EXERCISE BRIEF: Return the records exactly, keeping every line as it is.

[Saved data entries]
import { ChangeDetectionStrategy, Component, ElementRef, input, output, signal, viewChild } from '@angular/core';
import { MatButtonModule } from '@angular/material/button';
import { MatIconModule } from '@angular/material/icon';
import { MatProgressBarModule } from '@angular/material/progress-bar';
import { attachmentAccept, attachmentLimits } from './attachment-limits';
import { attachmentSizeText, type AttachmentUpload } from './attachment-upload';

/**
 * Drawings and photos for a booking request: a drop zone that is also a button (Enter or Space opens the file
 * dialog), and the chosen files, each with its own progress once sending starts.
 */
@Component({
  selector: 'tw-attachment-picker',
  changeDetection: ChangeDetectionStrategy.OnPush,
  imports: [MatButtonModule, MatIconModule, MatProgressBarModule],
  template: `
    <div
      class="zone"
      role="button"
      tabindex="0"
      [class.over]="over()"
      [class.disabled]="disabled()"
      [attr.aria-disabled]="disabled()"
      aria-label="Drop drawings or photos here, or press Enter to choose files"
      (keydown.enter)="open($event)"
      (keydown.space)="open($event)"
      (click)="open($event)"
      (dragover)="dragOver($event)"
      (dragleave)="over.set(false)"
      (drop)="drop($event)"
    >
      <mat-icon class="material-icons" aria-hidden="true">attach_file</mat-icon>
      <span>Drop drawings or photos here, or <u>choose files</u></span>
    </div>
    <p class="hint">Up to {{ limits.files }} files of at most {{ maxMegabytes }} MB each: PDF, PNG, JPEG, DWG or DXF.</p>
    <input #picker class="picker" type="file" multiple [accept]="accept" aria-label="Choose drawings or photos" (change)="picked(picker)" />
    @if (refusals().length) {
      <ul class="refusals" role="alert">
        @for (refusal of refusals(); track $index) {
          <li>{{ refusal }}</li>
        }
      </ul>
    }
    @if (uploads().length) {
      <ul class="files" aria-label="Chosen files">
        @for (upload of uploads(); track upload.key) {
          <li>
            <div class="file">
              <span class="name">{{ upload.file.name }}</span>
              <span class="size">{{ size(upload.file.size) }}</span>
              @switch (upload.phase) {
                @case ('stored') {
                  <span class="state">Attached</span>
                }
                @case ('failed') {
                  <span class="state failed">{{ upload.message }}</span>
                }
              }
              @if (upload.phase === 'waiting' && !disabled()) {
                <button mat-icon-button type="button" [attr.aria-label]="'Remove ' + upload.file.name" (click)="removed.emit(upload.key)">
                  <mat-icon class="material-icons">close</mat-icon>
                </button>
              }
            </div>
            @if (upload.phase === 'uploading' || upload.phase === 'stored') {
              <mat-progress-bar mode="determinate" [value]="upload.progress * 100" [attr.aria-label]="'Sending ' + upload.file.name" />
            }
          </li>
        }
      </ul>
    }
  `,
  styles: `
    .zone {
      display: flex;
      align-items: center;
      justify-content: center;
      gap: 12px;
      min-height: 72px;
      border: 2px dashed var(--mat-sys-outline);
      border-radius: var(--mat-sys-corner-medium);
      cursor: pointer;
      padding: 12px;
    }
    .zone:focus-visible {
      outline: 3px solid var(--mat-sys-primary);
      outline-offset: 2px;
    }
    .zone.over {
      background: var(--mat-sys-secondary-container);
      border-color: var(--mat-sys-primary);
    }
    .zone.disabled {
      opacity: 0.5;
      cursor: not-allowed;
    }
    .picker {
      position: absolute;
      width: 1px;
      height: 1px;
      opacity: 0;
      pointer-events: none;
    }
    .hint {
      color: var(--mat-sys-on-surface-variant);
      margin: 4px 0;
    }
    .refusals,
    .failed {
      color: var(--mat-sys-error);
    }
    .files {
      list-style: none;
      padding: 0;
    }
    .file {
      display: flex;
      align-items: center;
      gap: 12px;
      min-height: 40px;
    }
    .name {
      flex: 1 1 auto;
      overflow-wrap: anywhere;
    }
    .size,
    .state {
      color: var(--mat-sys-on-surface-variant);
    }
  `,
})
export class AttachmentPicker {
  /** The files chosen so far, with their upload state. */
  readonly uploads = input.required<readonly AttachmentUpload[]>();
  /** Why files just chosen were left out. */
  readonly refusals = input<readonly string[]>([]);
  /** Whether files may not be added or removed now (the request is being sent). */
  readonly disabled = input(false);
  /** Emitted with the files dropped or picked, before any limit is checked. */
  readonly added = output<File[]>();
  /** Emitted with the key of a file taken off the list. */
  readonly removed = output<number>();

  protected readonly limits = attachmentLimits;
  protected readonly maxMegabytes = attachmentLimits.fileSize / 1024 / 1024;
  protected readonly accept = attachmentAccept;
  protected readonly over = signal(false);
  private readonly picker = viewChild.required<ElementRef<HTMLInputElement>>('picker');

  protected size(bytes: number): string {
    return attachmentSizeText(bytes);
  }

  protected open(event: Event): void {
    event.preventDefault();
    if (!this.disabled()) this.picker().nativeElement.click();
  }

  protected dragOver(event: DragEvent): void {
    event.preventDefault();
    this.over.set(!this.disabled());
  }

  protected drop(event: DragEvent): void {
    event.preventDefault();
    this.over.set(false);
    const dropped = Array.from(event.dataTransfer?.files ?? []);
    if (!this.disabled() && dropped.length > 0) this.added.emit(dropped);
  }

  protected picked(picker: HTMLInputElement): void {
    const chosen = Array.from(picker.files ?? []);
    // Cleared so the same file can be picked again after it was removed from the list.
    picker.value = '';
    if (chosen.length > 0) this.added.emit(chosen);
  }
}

TASK RESULT:
import { ChangeDetectionStrategy, Component, ElementRef, input, output, signal, viewChild } from '@angular/core';
import { MatButtonModule } from '@angular/material/button';
import { MatIconModule } from '@angular/material/icon';
import { MatProgressBarModule } from '@angular/material/progress-bar';
import { attachmentAccept, attachmentLimits } from './attachment-limits';
import { attachmentSizeText, type AttachmentUpload } from './attachment-upload';

/**
 * Drawings and photos for a booking request: a drop zone that is also a button (Enter or Space opens the file
 * dialog), and the chosen files, each with its own progress once sending starts.
 */
@Component({
  selector: 'tw-attachment-picker',
  changeDetection: ChangeDetectionStrategy.OnPush,
  imports: [MatButtonModule, MatIconModule, MatProgressBarModule],
  template: `
    <div
      class="zone"
      role="button"
      tabindex="0"
      [class.over]="over()"
      [class.disabled]="disabled()"
      [attr.aria-disabled]="disabled()"
      aria-label="Drop drawings or photos here, or press Enter to choose files"
      (keydown.enter)="open($event)"
      (keydown.space)="open($event)"
      (click)="open($event)"
      (dragover)="dragOver($event)"
      (dragleave)="over.set(false)"
      (drop)="drop($event)"
    >
      <mat-icon class="material-icons" aria-hidden="true">attach_file</mat-icon>
      <span>Drop drawings or photos here, or <u>choose files</u></span>
    </div>
    <p class="hint">Up to {{ limits.files }} files of at most {{ maxMegabytes }} MB each: PDF, PNG, JPEG, DWG or DXF.</p>
    <input #picker class="picker" type="file" multiple [accept]="accept" aria-label="Choose drawings or photos" (change)="picked(picker)" />
    @if (refusals().length) {
      <ul class="refusals" role="alert">
        @for (refusal of refusals(); track $index) {
          <li>{{ refusal }}</li>
        }
      </ul>
    }
    @if (uploads().length) {
      <ul class="files" aria-label="Chosen files">
        @for (upload of uploads(); track upload.key) {
          <li>
            <div class="file">
              <span class="name">{{ upload.file.name }}</span>
              <span class="size">{{ size(upload.file.size) }}</span>
              @switch (upload.phase) {
                @case ('stored') {
                  <span class="state">Attached</span>
                }
                @case ('failed') {
                  <span class="state failed">{{ upload.message }}</span>
                }
              }
              @if (upload.phase === 'waiting' && !disabled()) {
                <button mat-icon-button type="button" [attr.aria-label]="'Remove ' + upload.file.name" (click)="removed.emit(upload.key)">
                  <mat-icon class="material-icons">close</mat-icon>
                </button>
              }
            </div>
            @if (upload.phase === 'uploading' || upload.phase === 'stored') {
              <mat-progress-bar mode="determinate" [value]="upload.progress * 100" [attr.aria-label]="'Sending ' + upload.file.name" />
            }
          </li>
        }
      </ul>
    }
  `,
  styles: `
    .zone {
      display: flex;
      align-items: center;
      justify-content: center;
      gap: 12px;
      min-height: 72px;
      border: 2px dashed var(--mat-sys-outline);
      border-radius: var(--mat-sys-corner-medium);
      cursor: pointer;
      padding: 12px;
    }
    .zone:focus-visible {
      outline: 3px solid var(--mat-sys-primary);
      outline-offset: 2px;
    }
    .zone.over {
      background: var(--mat-sys-secondary-container);
      border-color: var(--mat-sys-primary);
    }
    .zone.disabled {
      opacity: 0.5;
      cursor: not-allowed;
    }
    .picker {
      position: absolute;
      width: 1px;
      height: 1px;
      opacity: 0;
      pointer-events: none;
    }
    .hint {
      color: var(--mat-sys-on-surface-variant);
      margin: 4px 0;
    }
    .refusals,
    .failed {
      color: var(--mat-sys-error);
    }
    .files {
      list-style: none;
      padding: 0;
    }
    .file {
      display: flex;
      align-items: center;
      gap: 12px;
      min-height: 40px;
    }
    .name {
      flex: 1 1 auto;
      overflow-wrap: anywhere;
    }
    .size,
    .state {
      color: var(--mat-sys-on-surface-variant);
    }
  `,
})
export class AttachmentPicker {
  /** The files chosen so far, with their upload state. */
  readonly uploads = input.required<readonly AttachmentUpload[]>();
  /** Why files just chosen were left out. */
  readonly refusals = input<readonly string[]>([]);
  /** Whether files may not be added or removed now (the request is being sent). */
  readonly disabled = input(false);
  /** Emitted with the files dropped or picked, before any limit is checked. */
  readonly added = output<File[]>();
  /** Emitted with the key of a file taken off the list. */
  readonly removed = output<number>();

  protected readonly limits = attachmentLimits;
  protected readonly maxMegabytes = attachmentLimits.fileSize / 1024 / 1024;
  protected readonly accept = attachmentAccept;
  protected readonly over = signal(false);
  private readonly picker = viewChild.required<ElementRef<HTMLInputElement>>('picker');

  protected size(bytes: number): string {
    return attachmentSizeText(bytes);
  }

  protected open(event: Event): void {
    event.preventDefault();
    if (!this.disabled()) this.picker().nativeElement.click();
  }

  protected dragOver(event: DragEvent): void {
    event.preventDefault();
    this.over.set(!this.disabled());
  }

  protected drop(event: DragEvent): void {
    event.preventDefault();
    this.over.set(false);
    const dropped = Array.from(event.dataTransfer?.files ?? []);
    if (!this.disabled() && dropped.length > 0) this.added.emit(dropped);
  }

  protected picked(picker: HTMLInputElement): void {
    const chosen = Array.from(picker.files ?? []);
    // Cleared so the same file can be picked again after it was removed from the list.
    picker.value = '';
    if (chosen.length > 0) this.added.emit(chosen);
  }
}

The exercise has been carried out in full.